Du lundi au vendredi, sur rendez-vous

J’accompagne les adultes qui vivent avec un TSA sans déficience intellectuelle et/ou un TDAH. Je me suis notamment spécialisée dans l’accompagnement des femmes adultes qui ont reçu un diagnostic tardif, avec une prise en compte particulière de l’impact des périodes de transition reproductive sur la décompensation du TDAH et le burn out autistique.

Consultations d’orientation

J’oriente également les adultes non diagnostiqués qui s’interrogent sur l’éventualité d’un TSA et/ou d’un TDAH. À cet effet, je propose des consultations spécifiques d’orientation : au cours de ces consultations, un point détaillé et complet sera fait sur les questions et les troubles constatés, avec un récapitulatif de toutes les démarches à entamer si besoin, qu’elles soient médicales (en parcours public ou libéral), ou administratives, pour la phase post-diagnostique : qu’est-ce qu’une RQTH, comment l’obtenir, rôle de la médecine du travail, questions sur les aménagements des postes de travail…

Accompagnement post-diagnostic

Pour les adultes diagnostiqués, la co-occurrence TSA/TDAH étant fréquente, je prends en compte ces deux troubles s’ils co-existent, compte tenu de leurs interactions complexes : certains traits autistiques peuvent masquer des manifestations du TDAH, d’autres peuvent se compenser, d’autres encore se majorer mutuellement, créant ainsi chez chaque personne une combinaison unique, qui peut fluctuer en fonction de nombreux paramètres.

Le TSA et le TDAH ne sont pas des troubles psychologiques mais des troubles neurodéveloppementaux : l’origine des manifestations du TSA et du TDAH n’est donc pas psychologique mais neurobiologique, entraînant un fonctionnement neurologique atypique. C’est ce qu’on appelle la neurodivergence ou la neuroatypie. À ce titre, le TSA et le TDAH ne peuvent pas être « guéris » et n’ont pas à être « soignés ». En revanche, ils peuvent et doivent être accompagnés si besoin. Cet accompagnement suppose des compétences spécifiques, qui manquent encore cruellement dans le paysage des professionnels de santé en France.

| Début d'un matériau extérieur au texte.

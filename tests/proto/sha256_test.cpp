// SHA-256 known answers.
#include "proto/files/sha256.h"

#include <gtest/gtest.h>

namespace pastern::files {
namespace {

// FIPS 180-4 and NIST's example values: the empty message, "abc", and the message of 448 bits; the middle of
// the first is from memory and was confirmed with coreutils' sha256sum.
TEST(Sha256Digest, MatchesThePublishedExamples) {
  EXPECT_EQ(hex(sha256("")), "e3b0c44298fc1c149afbf4c8996fb92427ae41e4649b934ca495991b7852b855");
  EXPECT_EQ(hex(sha256("abc")), "ba7816bf8f01cfea414140de5dae2223b00361a396177a9cb410ff61f20015ad");
  EXPECT_EQ(hex(sha256("abcdbcdecdefdefgefghfghighijhijkijkljklmklmnlmnomnopnopq")),
            "248d6a61d20638b8e5c026930c3e6039a33ce45964ff2167f6ecedd419db06c1");
}

// FIPS 180-4 example: a million times "a" (from memory, confirmed with coreutils' sha256sum).
TEST(Sha256Digest, MatchesForAMillionLetters) {
  EXPECT_EQ(hex(sha256(std::string(1'000'000, 'a'))),
            "cdc76e5c9914fb9281a1c7e284d73e67f1809a48a497200e046d39ccc7112cd0");
}

TEST(Sha256Digest, RawAndHexNameTheSameBytes) {
  const Sha256 digest = sha256("abc");
  EXPECT_EQ(raw(digest).size(), 32U);
  EXPECT_EQ(hex(raw(digest)), hex(digest));
  EXPECT_EQ(hex(std::string_view("\x00\xff\x0a", 3)), "00ff0a");
}

}  // namespace
}  // namespace pastern::files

Dans cette optique, l’accompagnement du TSA permettra de comprendre et « d’apprivoiser » son autisme, afin de vivre au mieux avec ses manifestations au quotidien. Il s’agira entre autres :

  • de comprendre ce qu’est un déclencheur, d’identifier et d’apprendre à gérer ses déclencheurs mais également d’identifier la connectivité fonctionnelle entre les différents déclencheurs, qui sera spécifique à chaque personne
  • de comprendre ce qu’est la surcharge autistique, de l’éviter et de la gérer si besoin
  • de comprendre ce qu’est une crise autistique, de la prévenir et de la gérer si besoin
  • d’identifier et prévenir le risque de burn out autistique et de le gérer si besoin
  • de gérer le fonctionnement social en identifiant ses propres besoins et en apprenant à les exprimer
  • d’apprendre à identifier les ressources mobilisables, afin d’adapter l’environnement et de permettre à l’entourage de s’adapter s’il y est prêt
  • de gérer l’éventuel refus de l’entourage d’entendre les demandes exprimées
  • d’apprendre à répondre aux injonctions et attentes validistes.

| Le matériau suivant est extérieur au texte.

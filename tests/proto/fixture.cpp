// Invented numbers of the right size.
#include "tests/proto/fixture.h"

#include <google/protobuf/text_format.h>

#include <cstdio>
#include <cstdlib>

namespace pastern::fixture {
namespace {

void set(v1::Xyz& xyz, double x, double y, double z) {
  xyz.set_x(x);
  xyz.set_y(y);
  xyz.set_z(z);
}

void set_link(v1::Link& link, double mass) {
  link.set_mass_kg(mass);
  set(*link.mutable_centre_of_mass_m(), 0.01, 0, -0.05);
  v1::Inertia& inertia = *link.mutable_inertia();
  inertia.set_xx(0.010 * mass);
  inertia.set_yy(0.012 * mass);
  inertia.set_zz(0.009 * mass);
  inertia.set_xy(0.0001 * mass);
  inertia.set_xz(0.0002 * mass);
  inertia.set_yz(-0.0001 * mass);
}

void set_drive(v1::Drive& drive) {
  drive.set_peak_torque_nm(30);
  drive.set_rated_torque_nm(12);
  drive.set_no_load_speed_rad_per_s(18);
  drive.set_rotor_inertia_kg_m2(0.015);
  drive.set_damping_nm_s_per_rad(0.05);
  drive.set_coulomb_nm(0.2);
  drive.set_torque_per_amp_nm(0.9);
  drive.set_winding_resistance_ohm(0.3);
  drive.set_winding_capacity_j_per_k(60);
  drive.set_housing_capacity_j_per_k(400);
  drive.set_winding_to_housing_k_per_w(0.4);
  drive.set_housing_to_air_k_per_w(1.2);
  drive.set_gear_ratio(9);
  drive.set_gear_loss(0.04);
  drive.set_stick_nm(0.1);
  drive.set_current_limit_a(32);
  drive.set_derate_warm_c(90);
  drive.set_derate_hot_c(130);
}

void set_guard(v1::JointGuard& guard) {
  guard.set_peak_torque_nm(28);
  guard.set_slew_nm_per_s(8000);
  guard.set_trip_torque_nm(40);
  guard.set_trip_torque_hold_s(0.05);
  guard.set_soft_edge_rad(0.05);
  guard.set_speed_max_rad_per_s(25);
  guard.set_soft_speed_rad_per_s(20);
  guard.set_winding_warm_c(80);
  guard.set_winding_max_c(120);
  guard.set_thermal_tau_s(300);
  guard.set_damping_nm_s_per_rad(3);
}

struct Angles {
  double low, high, stance, lying;
};

v1::Joint& add_joint(v1::Robot& robot, const std::string& name, const std::string& parent,
                     const Angles& angles) {
  v1::Joint& joint = *robot.add_joints();
  joint.set_name(name);
  joint.set_parent(parent);
  joint.set_kind(v1::Joint::HINGE);
  set(*joint.mutable_axis(), 0, 1, 0);
  set(*joint.mutable_origin_m(), 0, 0, -0.22);
  set_link(*joint.mutable_link(), 0.8);
  joint.set_angle_min_rad(angles.low);
  joint.set_angle_max_rad(angles.high);
  joint.set_stance_rad(angles.stance);
  joint.set_lying_rad(angles.lying);
  joint.set_stiffness_nm_per_rad(100);
  joint.set_damping_nm_s_per_rad(2.5);
  set_drive(*joint.mutable_drive());
  set_guard(*joint.mutable_guard());
  return joint;
}

void add_leg(v1::Robot& robot, const std::string& name, double x, double y, bool abducts) {
  v1::Leg& leg = *robot.add_legs();
  leg.set_name(name);
  if (abducts) {
    leg.set_abduction(name + "_abduction");
    v1::Joint& joint = add_joint(robot, leg.abduction(), "", {-0.6, 0.6, 0, 0.1});
    set(*joint.mutable_axis(), 1, 0, 0);
    set(*joint.mutable_origin_m(), x, y, 0);
    set(*joint.mutable_tip_m(), 0, 0, -0.06);
    joint.set_tip_radius_m(0.01);
  }
  leg.set_hip(name + "_hip");
  leg.set_knee(name + "_knee");
  v1::Joint& hip = add_joint(robot, leg.hip(), leg.abduction(), {-1, 2.5, 0.75, 1.3});
  if (abducts) {
    set(*hip.mutable_origin_m(), 0, y, 0);
  } else {
    set(*hip.mutable_origin_m(), x, 2 * y, 0);
  }
  add_joint(robot, leg.knee(), leg.hip(), {-2.7, -0.3, -1.5, -2.4});
  set(*leg.mutable_foot_m(), 0, 0, -0.22);
  leg.set_foot_radius_m(0.02);
}

void set_sensors(v1::Sensors& sensors) {
  sensors.set_encoder_step_rad(0.0004);
  sensors.set_angle_noise_rad(0.0005);
  sensors.set_speed_noise_rad_per_s(0.05);
  sensors.set_torque_noise_nm(0.2);
  sensors.set_rate_noise_rad_per_s(0.01);
  sensors.set_rate_bias_rad_per_s(0.005);
  sensors.set_acceleration_noise_m_per_s2(0.1);
  sensors.set_rate_range_rad_per_s(17);
  sensors.set_acceleration_range_m_per_s2(80);
}

void set_guard(v1::Guard& guard) {
  guard.set_tilt_rad(0.6);
  guard.set_tilt_hold_s(0.05);
  guard.set_tilt_at_once_rad(0.9);
  guard.set_tilt_filter_s(0.5);
  guard.set_body_rate_rad_per_s(8);
  guard.set_body_rate_hold_s(0.05);
  guard.set_base_low_m(0.15);
  guard.set_base_low_hold_s(0.05);
  guard.set_pack_low_v(36);
  guard.set_pack_floor_v(40);
  guard.set_pack_hold_s(0.2);
  guard.set_pack_current_max_a(60);
  guard.set_frame_stale_s(0.005);
  guard.set_frame_frozen_ticks(20);
  guard.set_frame_jump_rad(0.2);
  guard.set_overrun_s(0.005);
  guard.set_damp_s(0.3);
  guard.set_lower_s(1.0);
  guard.set_default_stop(v1::RAMP_DOWN);
  v1::Guard::Stop& stop = *guard.add_stops();
  stop.set_cause("operator_halt");
  stop.set_stop(v1::TORQUE_OFF);
  guard.set_drive_timeout_s(0.02);
}

}  // namespace

v1::Robot robot() {
  v1::Robot robot;
  robot.set_name("fixture10");
  robot.set_about("Invented for tests.\nTwo lines.");
  robot.set_cycle_hz(1000);
  set_link(*robot.mutable_trunk()->mutable_link(), 8);
  set(*robot.mutable_trunk()->mutable_size_m(), 0.5, 0.24, 0.12);
  add_leg(robot, "front_left", 0.2, 0.06, true);
  add_leg(robot, "front_right", 0.2, -0.06, true);
  add_leg(robot, "rear_left", -0.2, 0.06, false);
  add_leg(robot, "rear_right", -0.2, -0.06, false);
  v1::Pack& pack = *robot.mutable_pack();
  pack.set_nominal_voltage_v(48);
  pack.set_capacity_ah(8);
  pack.set_resistance_ohm(0.08);
  pack.set_idle_power_w(40);
  pack.set_cells(13);
  pack.set_current_limit_a(60);
  pack.set_resistance_cold_ratio(4);
  set_sensors(*robot.mutable_sensors());
  set_guard(*robot.mutable_guard());
  robot.mutable_lane()->set_half_width_m(1.5);
  robot.mutable_lane()->set_length_m(12);
  v1::ReturnWeights& weights = *robot.mutable_return_weights();
  weights.set_speed_cap_m_per_s(0.8);
  weights.set_energy_per_j(0.001);
  weights.set_drift_per_m_s(0.4);
  weights.set_turn_per_rad_s(0.1);
  weights.set_fall(1);
  weights.set_fall_tilt_rad(0.6);
  robot.set_rise_s(2);
  robot.set_settle_s(1);
  return robot;
}

v1::Scenario scenario() {
  v1::Scenario scenario;
  scenario.set_name("every_field");
  scenario.set_about("Invented for tests.");
  scenario.set_load_kg(2);
  set(*scenario.mutable_load_at_m(), 0.02, 0.05, 0.1);
  scenario.set_pack_voltage_ratio(0.9);
  scenario.set_pack_resistance_ratio(1.5);
  scenario.set_joint_damping_ratio(2);
  scenario.set_joint_coulomb_nm(0.3);
  scenario.set_friction(0.6);
  scenario.set_slope_rad(0.05);
  scenario.set_command_delay_s(0.01);
  scenario.set_command_jitter_s(0.002);
  scenario.set_sensor_delay_s(0.004);
  scenario.set_ground_stiffness_n_per_m(24000);
  scenario.set_ground_damping_n_s_per_m(400);
  scenario.set_push_m_per_s(0.2);
  scenario.set_start_scatter_rad(0.03);
  scenario.set_ambient_c(-18);
  scenario.set_winding_start_c(10);
  set(*scenario.mutable_imu_tilt_rad(), 0.01, -0.01, 0);
  scenario.set_position_source(true);
  scenario.set_sensor_noise_ratio(1);
  scenario.set_ground_wave_height_m(0.012);
  scenario.set_ground_wave_length_m(0.7);
  scenario.add_ground_steps()->set_at_m(2);
  scenario.mutable_ground_steps(0)->set_height_m(0.02);
  v1::GroundPatch& patch = *scenario.add_ground_patches();
  patch.set_from_m(1);
  patch.set_to_m(3);
  patch.set_right_m(-1);
  patch.set_left_m(1);
  patch.set_friction(0.3);
  scenario.set_friction_stick_ratio(1.2);
  scenario.set_friction_fall(0.15);
  scenario.set_friction_stick_speed_m_per_s(0.04);
  scenario.set_ground_damping_rise_s_per_m(0.5);
  scenario.set_load_hangs_m(0.2);
  scenario.set_load_swing_damping(0.05);
  scenario.set_joint_backlash_rad(0.006);
  scenario.set_joint_gear_loss(0.06);
  scenario.set_joint_stick_nm(0.2);
  scenario.set_shank_mass_ratio(1.05);
  scenario.set_trunk_inertia_ratio(1.15);
  scenario.set_pack_c(-5);
  scenario.set_imu_delay_s(0.006);
  scenario.set_frames_late(0.02);
  scenario.set_frames_late_s(0.002);
  scenario.set_frames_repeated(0.01);
  v1::JointWear& wear = *scenario.add_wear();
  wear.set_joint("rear_left_knee");
  wear.set_strength(0.6);
  wear.set_backlash_rad(0.01);
  wear.set_zero_offset_rad(0.02);
  wear.set_link_mass_ratio(1.1);
  v1::Drawn& drawn = *scenario.add_drawn();
  drawn.set_field("strength");
  drawn.set_joint("front_left_hip");
  drawn.set_low(0.8);
  drawn.set_high(1);
  drawn.set_share(0.5);
  v1::Fault& fault = *scenario.add_faults();
  fault.set_kind(v1::Fault::ANGLE_JUMP);
  fault.set_joint("front_left_hip");
  fault.set_begins_s(2);
  fault.set_lasts_s(0.5);
  fault.set_size(0.3);
  return scenario;
}

v1::Plan plan() {
  v1::Plan plan;
  plan.set_name("every_field");
  plan.mutable_adaptation()->set_kind(v1::Adaptation::ES_GRADIENT);
  plan.mutable_adaptation()->set_perturbation_scale(0.05);
  plan.mutable_adaptation()->set_batch(5);
  plan.mutable_adaptation()->set_step(0.02);
  plan.mutable_adaptation()->set_trust_region(0.5);
  plan.set_seed(7);
  plan.set_walk_s(5);
  plan.set_baseline_walks(5);
  plan.set_search_walks(50);
  plan.set_confirmation_pairs(8);
  plan.set_confirmation_level(0.05);
  plan.set_max_falls(5);
  plan.set_max_minutes(60);
  plan.set_max_void_repeats(3);
  plan.set_go_by(v1::Plan::AUTO);
  return plan;
}

v1::Policy policy() {
  v1::Policy policy;
  policy.set_format(1);
  policy.set_name("fixture");
  policy.set_robot("fixture10");
  policy.set_scalar(v1::Policy::DOUBLE);
  policy.set_rate_hz(50);
  policy.set_gait_hz(2.5);
  for (const auto kind : {v1::Channel::ONE, v1::Channel::ROLL, v1::Channel::JOINT_OFFSET,
                          v1::Channel::PHASE_SIN, v1::Channel::PHASE_COS}) {
    v1::Channel& channel = *policy.add_channels();
    channel.set_kind(kind);
    channel.set_scale(1.5);
    if (kind == v1::Channel::JOINT_OFFSET) channel.set_joint("front_left_hip");
  }
  v1::Layer& hidden = *policy.add_layers();
  hidden.set_inputs(5);
  hidden.set_outputs(3);
  hidden.set_activation(v1::Layer::TANH);
  hidden.set_has_bias(true);
  v1::Layer& last = *policy.add_layers();
  last.set_inputs(3);
  last.set_outputs(10);
  last.set_activation(v1::Layer::IDENTITY);
  const v1::Robot walker = robot();
  for (const v1::Leg& leg : walker.legs()) {
    v1::LegAction& action = *policy.add_legs();
    action.set_leg(leg.name());
    action.set_angle_rad(0.4);
    action.set_length_m(0.05);
    if (!leg.abduction().empty()) action.set_abduction_rad(0.2);
  }
  for (int i = 0; i < 18 + 30; ++i) policy.add_parameters(0.01 * i);
  v1::ParameterGroup& first = *policy.add_groups();
  first.set_name("hidden");
  first.set_count(18);
  first.set_perturbation_scale(0.05);
  v1::ParameterGroup& second = *policy.add_groups();
  second.set_name("last");
  second.set_first(18);
  second.set_count(30);
  second.set_perturbation_scale(0.04);
  policy.mutable_provenance()->set_made_by("train");
  policy.mutable_provenance()->set_seed(1);
  return policy;
}

std::string text(const google::protobuf::Message& message) {
  std::string out;
  google::protobuf::TextFormat::PrintToString(message, &out);
  return out;
}

const files::RobotFile& robot_file() {
  static const files::RobotFile kFile = [] {
    files::Defects defects;
    auto file = files::parse_robot(text(robot()), "fixture.robot.txtpb", defects);
    if (!file) {
      std::fputs(files::lines(defects).c_str(), stderr);
      std::abort();
    }
    return *file;
  }();
  return kFile;
}

}  // namespace pastern::fixture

Ce ne sont là que les enjeux principaux parmi d’autres, quand on vit avec un trouble du spectre autistique. La complexité de ces enjeux, ainsi que le risque de surcharge neurologique inhérent au TSA, peut également entraîner des troubles anxieux et beaucoup de doutes et de questionnements. En renfort des outils et techniques de gestion du TSA, l’auto-compassion, la validation de soi et la légitimation identitaire constituent alors de précieux leviers d’affirmation de soi : j’intègre donc ces axes de travail dans l’accompagnement thérapeutique.

Pour le TDAH, l’accompagnement permettra de mettre en place des stratégies de compensation efficaces. Une attention particulière sera portée à la gestion des dysfonctions exécutives mais tous les aspects et impacts du TDAH au quotidien seront pris en compte et accompagnés.

Certaines personnes vivant avec un TDAH se voient notamment prescrire un traitement médicamenteux psychostimulant (comme le Méthylphénidate). Ce traitement, lorsqu’il est prescrit à des patients également porteurs d’un TSA, gagne à être complété par un accompagnement visant à comprendre l’action du Methylphénidate, dans le but d’optimiser la perception et la gestion de la fatigue autistique.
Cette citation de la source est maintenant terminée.